RECORDS SUPPLIED START
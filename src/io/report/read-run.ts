/**
 * Reads a finished run folder for the report: run.json (must say complete), the summary and
 * budget tables, the scenario from their schema metadata, and — streamed batch by batch, only
 * the rows of one point — the integrated values in shots.arrow.
 */
import { createReadStream } from 'node:fs';
import { join } from 'node:path';
import { RecordBatchReader, type Table } from 'apache-arrow';
import { readArrowFile } from '../arrow-read.ts';
import { InputError } from '../../errors.ts';
import { readManifest } from '../manifest.ts';
import { checkValues } from '../table-checks.ts';
import { checkBudgetTable, checkSummaryTable } from './check-run-tables.ts';
import { META_PREFIX } from '../metadata.ts';
import type { PointRow } from '../../analysis/operating-point.ts';
import type { RateInterval } from '../../analysis/intervals.ts';
import { resolveScenario } from '../../scenario/resolve.ts';
import type { Scenario } from '../../scenario/types.ts';

/** One summary row (a point and a pipeline). */
export interface SummaryRow extends PointRow {
  shots: number;
  analyticSnr: number;
  sigma: number;
  analyticSigma: number;
  threshold: number;
  axisAngle: number;
  agreement: boolean;
  /** Fraction of shots discarded by post-selection (NaN when the table has no such column). */
  discardFraction: number;
  states: { name: string; error: RateInterval; analytic: number }[];
}

/** One budget row (a point, pipeline, state or "all", and cause or "total"). */
export interface BudgetRow {
  point: number;
  pipeline: string;
  state: string;
  cause: string;
  analytic: number;
  simulated: RateInterval;
  errors: number;
  shots: number;
  agrees: boolean;
}

/** What the report knows about a run folder before it looks at shots. */
export interface RunTables {
  dir: string;
  /** Schema metadata of summary.arrow (scenario, seed, version, engine, shard). */
  provenance: { scenario: string; seed: string; version: string; engine: string; shard: string };
  /** The scenario document as run (parsed from the canonical JSON) and its resolution. */
  doc: unknown;
  scenario: Scenario;
  summary: SummaryRow[];
  budget: BudgetRow[];
  hasShots: boolean;
  hasTraces: boolean;
  /** Columns of summary.arrow, in order (for hooks that look for optional data). */
  summaryColumns: string[];
  /** Names of every .arrow table in the folder's manifest. */
  files: string[];
}

function readTable(dir: string, name: string, table: string, columns: readonly string[]): Table {
  return readArrowFile(join(dir, name), table, columns);
}

/** Column values as plain numbers (null → NaN). */
function numbers(path: string, t: Table, name: string): number[] {
  const c = t.getChild(name);
  if (!c) throw new InputError(path, name, `a column "${name}"`, 'no such column');
  return Array.from(c, (v) => (v === null ? NaN : Number(v)));
}

function strings(path: string, t: Table, name: string): string[] {
  const c = t.getChild(name);
  if (!c) throw new InputError(path, name, `a column "${name}"`, 'no such column');
  return Array.from(c, (v) => String(v));
}

/** Points of a scenario's sweep grid (1 without a sweep). */
function gridPoints(s: Scenario): number {
  const axes = s.sweep?.axes ?? [];
  if (axes.length === 0) return 1;
  return s.sweep!.combine === 'zip' ? axes[0]!.values.length : axes.reduce((p, a) => p * a.values.length, 1);
}

function booleans(t: Table, name: string): boolean[] {
  const c = t.getChild(name);
  return c ? Array.from(c, (v) => v === true) : new Array<boolean>(t.numRows).fill(true);
}

/** Reads the folder's tables; refuses a folder whose run did not finish. */
export function readRunTables(dir: string): RunTables {
  const manifest = readManifest(dir, true);
  const summaryTable = readTable(dir, 'summary.arrow', 'summary', ['point', 'pipeline', 'shots', 'mean_error', 'mean_error_low', 'mean_error_high', 'analytic_mean_error', 'snr', 'threshold']);
  const budgetTable = readTable(dir, 'budget.arrow', 'budget', ['point', 'pipeline', 'state', 'cause', 'analytic', 'simulated', 'low', 'high']);
  const meta = summaryTable.schema.metadata;
  const get = (k: string) => meta.get(`${META_PREFIX}${k}`) ?? '';
  const canonical = get('scenario');
  const source = join(dir, 'summary.arrow');
  if (!canonical) throw new InputError(source, '', 'a summary table with the scenario in its schema metadata');
  let doc: unknown;
  try {
    doc = JSON.parse(canonical);
  } catch {
    throw new InputError(source, '', 'valid scenario JSON in the schema metadata');
  }
  const { scenario } = resolveScenario(doc, `${source} (embedded scenario)`);
  const axes = scenario.sweep?.axes ?? [];
  const states = scenario.states.map((s) => s.name);
  const shape = { points: gridPoints(scenario), refined: manifest.refine?.points ?? 0, pipelines: scenario.pipelines.map((p) => p.name), states, outcomes: scenario.outcomes };
  const points = checkSummaryTable(source, summaryTable, shape);
  checkBudgetTable(join(dir, 'budget.arrow'), budgetTable, shape, points);
  for (const a of axes) checkValues(source, summaryTable, a.column, {});

  const n = summaryTable.numRows;
  const col = (name: string) => numbers(source, summaryTable, name);
  const point = col('point'), shots = col('shots');
  const pipeline = strings(source, summaryTable, 'pipeline');
  const swept = axes.map((a) => col(a.column));
  const [me, meLow, meHigh, am] = ['mean_error', 'mean_error_low', 'mean_error_high', 'analytic_mean_error'].map(col);
  const [snr, asnr, sigma, asigma, threshold, angle] = ['snr', 'analytic_snr', 'sigma', 'analytic_sigma', 'threshold', 'axis_angle'].map(col);
  const perState = states.map((st) => ['', '_low', '_high'].map((s) => col(`error_${st}${s}`)).concat([col(`analytic_error_${st}`)]));
  const agreement = booleans(summaryTable, 'agreement');
  const discard = summaryTable.getChild('discard_fraction') ? col('discard_fraction') : new Array<number>(n).fill(NaN);
  const summary: SummaryRow[] = [];
  for (let i = 0; i < n; i++) {
    summary.push({
      point: point[i]!, pipeline: pipeline[i]!, shots: shots[i]!,
      parameters: Object.fromEntries(axes.map((a, k) => [a.column, swept[k]![i]!])),
      meanError: { rate: me![i]!, low: meLow![i]!, high: meHigh![i]! }, analyticMean: am![i]!,
      snr: snr![i]!, analyticSnr: asnr![i]!, sigma: sigma![i]!, analyticSigma: asigma![i]!,
      threshold: threshold![i]!, axisAngle: angle![i]!, agreement: agreement[i]!, discardFraction: discard[i]!,
      states: states.map((name, s) => ({
        name, error: { rate: perState[s]![0]![i]!, low: perState[s]![1]![i]!, high: perState[s]![2]![i]! }, analytic: perState[s]![3]![i]!,
      })),
    });
  }

  const budgetPath = join(dir, 'budget.arrow');
  const bcol = (name: string) => numbers(budgetPath, budgetTable, name);
  const bPoint = bcol('point'), bAnalytic = bcol('analytic'), bSim = bcol('simulated'), bLow = bcol('low'), bHigh = bcol('high');
  const bErrors = bcol('errors'), bShots = bcol('shots');
  const bPipeline = strings(budgetPath, budgetTable, 'pipeline'), bState = strings(budgetPath, budgetTable, 'state'), bCause = strings(budgetPath, budgetTable, 'cause');
  const bAgrees = booleans(budgetTable, 'agrees');
  const budget: BudgetRow[] = [];
  for (let i = 0; i < budgetTable.numRows; i++) {
    budget.push({
      point: bPoint[i]!, pipeline: bPipeline[i]!, state: bState[i]!, cause: bCause[i]!, analytic: bAnalytic[i]!,
      simulated: { rate: bSim[i]!, low: bLow[i]!, high: bHigh[i]! }, errors: bErrors[i]!, shots: bShots[i]!, agrees: bAgrees[i]!,
    });
  }
  return {
    dir,
    provenance: { scenario: canonical, seed: get('seed'), version: get('version'), engine: get('engine'), shard: get('shard') },
    doc, scenario, summary, budget,
    // only what run.json lists (and the checksums cover) is read
    hasShots: manifest.files.includes('shots.arrow'),
    hasTraces: manifest.files.includes('traces.arrow'),
    summaryColumns: summaryTable.schema.fields.map((f) => f.name),
    files: manifest.files,
  };
}

/**
 * Integrated values of one point and pipeline from shots.arrow, grouped by intended state;
 * `between` runs after every record batch (the caller's chance to stop).
 */
export async function readPointValues(
  dir: string, point: number, pipeline: string, stateNames: readonly string[], between?: () => Promise<void>,
): Promise<Float64Array[]> {
  const path = join(dir, 'shots.arrow');
  try {
    return await pointValues(path, point, pipeline, stateNames, between);
  } catch (e) {
    if (e instanceof InputError || (e instanceof Error && e.name === 'RunInterrupted')) throw e;
    // the file was checked against run.json; a reader failure means bytes made to pass that check
    throw new InputError(path, '', 'a readable Arrow table file', `a damaged file (${String((e as Error).message).split('\n')[0]!.slice(0, 100)})`);
  }
}

async function pointValues(
  path: string, point: number, pipeline: string, stateNames: readonly string[], between?: () => Promise<void>,
): Promise<Float64Array[]> {
  const parts: number[][] = stateNames.map(() => []);
  const reader = await RecordBatchReader.from(createReadStream(path));
  for await (const batch of reader) {
    await between?.();
    const pointCol = batch.getChild('point');
    const pipeCol = batch.getChild('pipeline');
    const stateCol = batch.getChild('prepared');
    const valueCol = batch.getChild('value');
    if (!pointCol || !pipeCol || !stateCol || !valueCol) throw new InputError(path, '', 'the columns point, pipeline, prepared and value');
    const points = pointCol.toArray() as Uint32Array;
    const pipeData = pipeCol.data[0]!;
    if (!pipeData.dictionary || !stateCol.data[0]?.dictionary) throw new InputError(path, '', 'dictionary-encoded pipeline and prepared columns');
    const pipeNames = (pipeData.dictionary.toArray() as string[]);
    const wanted = pipeNames.indexOf(pipeline);
    const pipeIdx = pipeData.values as Uint8Array;
    const stateData = stateCol.data[0]!;
    const stateNamesHere = stateData.dictionary!.toArray() as string[];
    const toState = stateNamesHere.map((s) => stateNames.indexOf(s));
    const stateIdx = stateData.values as Uint8Array;
    const values = valueCol.toArray() as Float64Array;
    for (let i = 0; i < points.length; i++) {
      if (points[i] !== point || pipeIdx[i] !== wanted) continue;
      const s = toState[stateIdx[i]!];
      if (!Number.isFinite(values[i]!)) throw new InputError(path, `value[${i}]`, 'a finite integrated value', String(values[i]));
      if (s !== undefined && s >= 0) parts[s]!.push(values[i]!);
    }
  }
  return parts.map((p) => Float64Array.from(p));
}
RECORDS SUPPLIED END
PROBLEM STATEMENT:
Using only the entries above, output the line with "const stateData = stateCol.data[0]!;", the line with "if (!Number.isFinite(values[i]!)) throw", and all lines between them, exactly as they stand.

RESULT OF THE TASK:
    const stateData = stateCol.data[0]!;
    const stateNamesHere = stateData.dictionary!.toArray() as string[];
    const toState = stateNamesHere.map((s) => stateNames.indexOf(s));
    const stateIdx = stateData.values as Uint8Array;
    const values = valueCol.toArray() as Float64Array;
    for (let i = 0; i < points.length; i++) {
      if (points[i] !== point || pipeIdx[i] !== wanted) continue;
      const s = toState[stateIdx[i]!];
      if (!Number.isFinite(values[i]!)) throw new InputError(path, `value[${i}]`, 'a finite integrated value', String(values[i]));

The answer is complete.